If God offers a reward and that really motivates me to work hard in ministry – that shows I trust Him and it brings Him honor and glory because it shows Him to be a generous rewarder. But if God offers me a reward and it does not really motivate me much, that shows I do not really trust Him to give much of a reward, and that dishonors Him and paints Him as someone whose rewards are not really worth much. That is why being motivated by the promises of reward is such a crucial part of the Christian life.

Conclusion

Be a good steward of the grace entrusted to you. Serve in ministry, using your gift, and when you get to the speaking aspects of ministry, use the Words of God. And when you get to the serving parts, do it in faith, trusting God so that everyone can see by the way you serve that God is the source of the strength. Do that and He will receive glory and honor through Jesus Christ, to whom be the glory forever and ever, amen.

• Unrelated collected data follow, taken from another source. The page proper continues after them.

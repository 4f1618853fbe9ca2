package org.hobwright.api.spi;

import org.hobwright.api.cycle.HobCycle;
import org.hobwright.api.job.HobJob;

/**
 * Turns a job into a checked, planned cycle. Found with {@link java.util.ServiceLoader}; the
 * wizard module provides one.
 */
public interface CyclePlanner {

    /** Stable identifier, e.g. {@code hobwright}. */
    String id();

    /** The SPI version this planner was built for ({@link Spi#VERSION}). */
    int spiVersion();

    /**
     * Checks and plans a job. Never throws for an engineering problem: every problem is a
     * finding in the returned cycle, and a cycle with error findings has no steps.
     *
     * @param job the job
     * @return the cycle, never null
     */
    HobCycle plan(HobJob job);
}
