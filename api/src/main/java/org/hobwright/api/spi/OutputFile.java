package org.hobwright.api.spi;

import org.hobwright.api.Validate;

/**
 * One file a writer produced, not yet on disk. The caller writes all files of a run atomically
 * or none at all.
 *
 * @param fileName plain file name (no folder part)
 * @param text     contents, written as UTF-8
 */
public record OutputFile(String fileName, String text) {
    public OutputFile {
        Validate.text("fileName", fileName);
        if (fileName.contains("/") || fileName.contains("\\") || fileName.startsWith(".")) {
            throw new IllegalArgumentException("fileName must be a plain file name, was \"" + fileName + "\"");
        }
        Validate.present("text", text);
    }
}
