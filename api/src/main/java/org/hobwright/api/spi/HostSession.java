package org.hobwright.api.spi;

import java.nio.file.Path;
import java.time.LocalDate;
import java.util.List;
import org.hobwright.api.ApiStatus;
import org.hobwright.api.check.Finding;
import org.hobwright.api.host.HostLibrary;
import org.hobwright.api.host.Outcome;
import org.hobwright.api.host.PlannedJob;
import org.hobwright.api.host.Written;
import org.hobwright.api.job.HobJob;
import org.hobwright.api.wizard.Wizard;

/**
 * One open library with its planner and writers, as a {@link HostProvider} gives it. The façade
 * {@link org.hobwright.api.Hobwright} checks every argument before it calls a session, so an
 * implementation may take them as valid. Nothing here throws for bad input: problems are findings.
 */
@ApiStatus(since = "1.1")
public interface HostSession extends AutoCloseable {

    /**
     * Reads a job file, resolving machine and template names through the library.
     *
     * @param jobFile the job file
     * @return the job, or the findings that say why there is none
     */
    Outcome<HobJob> readJob(Path jobFile);

    /**
     * Reads a job from the text of a job file.
     *
     * @param json   the JSON text
     * @param source a name for messages, e.g. a file name
     * @return the job, or the findings that say why there is none
     */
    Outcome<HobJob> readJob(String json, String source);

    /** {@return the planner, with the library's cutting data and defaults} */
    CyclePlanner planner();

    /** {@return the usable writers, in class-path order} */
    List<CycleWriter> writers();

    /** {@return providers that were skipped while the session was opened, one finding each} */
    List<Finding> problems();

    /**
     * The texts every writer gives for planned jobs, without writing anything.
     *
     * @param jobs the planned jobs
     * @param date the date printed in the outputs
     * @return the files, or the findings of a writer that refused
     */
    WriteResult outputs(List<PlannedJob> jobs, LocalDate date);

    /**
     * Writes every writer's files for planned jobs into a folder, all or nothing.
     *
     * @param jobs   the planned jobs, none with errors
     * @param folder the output folder (created when missing)
     * @param date   the date printed in the outputs
     * @return the files written, or the findings that say why nothing was written
     */
    Written write(List<PlannedJob> jobs, Path folder, LocalDate date);

    /**
     * Starts a wizard session.
     *
     * @param start the job whose values are the first answers; empty for a blank start
     * @return the session
     */
    Wizard wizard(java.util.Optional<HobJob> start);

    /** {@return the machine, template, dialect and cutting-data library} */
    HostLibrary library();

    /** Releases what the session holds: threads, open files, caches. */
    @Override
    void close();
}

Benediction: 2 Thessalonians 1:11 With this in mind, we constantly pray for you, that our God may count you worthy of his calling, and that by his power he may fulfill every good purpose of yours and every act prompted by your faith. 12 We pray this so that the name of our Lord Jesus may be glorified in you, and you in him, according to the grace of our God and the Lord Jesus Christ.

1:25 Questions

1. What could you do to make your speech more flavored with God’s Words?

2. What changes could you make in the way you do ministry that would show God to be the source of your strength?

3. If you serve in a way that glorifies God your ministry will be characterized by prayer, gratitude (not grumbling or requiring thanks), use of the means of grace, seeking God’s guidance, unstoppable tenacity, and holiness. Which are the strongest and weakest in your life?